We knot that our h and k are zeros, and if we look at our asymptotes we notice that:
$\frac{a}{b}=\frac{1}{2}$
We know that a=8 so we can find b from the above equation:
$\frac{8}{b}=\frac{1}{2}\\ b=16$. 
This is all we need to write down the equation of this hyperbola:
$\frac{(y-h)^2}{a^2}-\frac{(x-k)^2}{b^2}=1\\ \frac{y^2}{64}-\frac{x^2}{256}=1$
The answers is B. Link to the graph(https://www.desmos.com/calculator/tbecgjct6g).
Question 4
We are given these two equations:
$x=t-3\\ y=\frac{2}{t+5}$
To eliminate t, we will express t, from the first equation, in terms of x and then plug it back into the second equation:
$x=t-3\\ y=\frac{2}{t+5}\\ t=x+3\\ y=\frac{2}{x+3+5}\\ y=\frac{2}{5+8}$
The answer is D.
Question 5
We are given polar coordinates:
$(7,\frac{2\pi}{3})$
To conver polar cordinates in rectangular one with use the following formula:
$x=r\cos(\theta)\\ y=r\sin(\theta)$
In our case r=7 and $\theta =\frac{2\pi}{3}$.
Let us calculate the rectangular coordinates:
$x=7\cos(\frac{2\pi}{3})\\ y=7\sin(\frac{2\pi}{3})\\ x=\frac{-7}{2}\\ y=\frac{7\sqrt{3}}{2}}$
Coordinates are:
$(\frac{-7}{2},\frac{7\sqrt{3}}{2}})$
The answer is A.
Question 6
We are given a point P with the following coordinates:
$P(1,\frac{\pi}{3})$
What you should keep in mind is that for any point there are two pairs of polar coordinates, because you can reach the same point rotating your point vector clock-wise or counter-clockwise.

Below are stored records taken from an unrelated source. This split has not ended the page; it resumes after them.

def fit_block(fit: Fit) -> list:
    rows = tuple((p.name, p.convention.describe()) for p in fit.parameters)
    kin = ", ".join(f"{k} = {fmt_num(v, 6)}" for k, v in fit.kinematics.items()) or "none stated"
    src = "Gaussian summary (mean + covariance)" if fit.is_gaussian else (
        f"samples file `{fit.samples.path.name}` ({fit.samples.fmt})" if fit.samples else "")
    return [Heading("Fit"), Para(f"`{fit.name}`, theory `{fit.theory}`, {src}; kinematics: {kin}."),
            Table(("parameter", "convention"), rows)]


#: facets listed in a report's tables (a cone of many coefficients has hundreds)
MAX_REPORT_FACETS = 25


def region_block(region: Region) -> list:
    conv = ", ".join(f"{k} = {fmt_num(v, 6) if isinstance(v, float) else v}"
                     for k, v in region.convention.items())
    rows = []
    for i, f in enumerate(region.facets[:MAX_REPORT_FACETS]):
        pt = ", ".join(f"{k} = {fmt_num(v, 6)}" if k.endswith("_mev") else
                       f"{k} = {fmt_num(0.0 if abs(v) < 1e-6 else v)}"
                       for k, v in f.point.items())
        shift = f.extra.get("truncation_shift_region")
        status = f.status if shift is None else f"{f.status}; truncation shift {fmt_num(shift)}"
        rows.append((str(i), f.inequality(region.coordinates), f.family, f.channel, pt,
                     status))
    blocks = [Heading("Region"),
              Para(f"Theory `{region.theory}` in ({', '.join(region.coordinates)}); {conv}. "
                   f"Content hash `{region.hash[:16]}`. Kinematic points s, t are in units "
                   "of M_pi^2."),
              Table(("facet", "inequality", "family", "channel", "point", "status"),
                    tuple(rows))]
    if len(region.facets) > MAX_REPORT_FACETS:
        blocks.append(Para(f"The first {MAX_REPORT_FACETS} of the {len(region.facets)} "
                           "facets are listed; the region file holds them all, each with its "
                           "certificate."))
    if region.inner_facets and any("truncation_shift" in f.extra for f in region.facets):
        blocks.append(Para(f"The inner set ({len(region.inner_facets)} facets) is the one-loop "
                           "bound; the outer facets above are relaxed by each facet's "
                           "truncation shift (calibrated on loop-consistent models, "
                           f"truncation model `{region.settings.get('truncation')}`, heavy "
                           f"scale {region.settings.get('heavy_scale_mev')} MeV; "
                           "docs/physics.md). Points between them are `uncertain`."))
    elif region.inner_facets and "cone_problem" in region.settings:
        blocks.append(Para(f"The region is a positivity cone: the outer facets above are "
                           f"verified dual certificates, and the inner cone "
                           f"({len(region.inner_facets)} facets) is spanned by rays proven "
                           "inside by explicit solutions"
                           + (" (a simplicial cone: in many dimensions it holds only a "
                              "small part of the cone)" if "simplicial" in
                              region.inner_facets[0].channel else "")
                           + ". Points between them (the shell) are decided by one exact "
                           "solve each (section Shell)."))
    elif region.inner_facets:
        blocks.append(Para(f"The region also has an inner set of {len(region.inner_facets)} "
                           "facets, reached by explicit positive heavy-state spectra: points "
                           "inside it are consistent with every sum rule and null constraint "
                           "up to the stated order; points between it and the outer "
                           "(verified dual) facets are numerically undecided (`marginal`)."))
    if region.notes:
        blocks.append(Bullets(tuple(region.notes)))
    return blocks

If you are given a pair of polar coordinates this is the formula you can use to get the second pair:
$(r,\theta),(-r,\theta+\pi)$
Reason for this is because you rotate your pointing vector by 180 degrees. This means you are doing a reflection on the y=x line and therefore you end up with the same point if you use -r instead of r.With that in mind the second pair for our points is:
$(-1,\frac{\pi}{3}+\pi)\\ (-1,\frac{4\pi}{3})$
If we rotate our pointing vector by 360 degrees(2pi radians) we will always end up at the same point. In fact, if you any number of full circles you end with the same point.So, the final answer is:
$(-1,\frac{4\pi}{3}+2n\pi),(1,\frac{\pi}{3}+2n\pi)$
None of the answers you provided are correct. You can change r to -r and end up at the same point without changing the angle.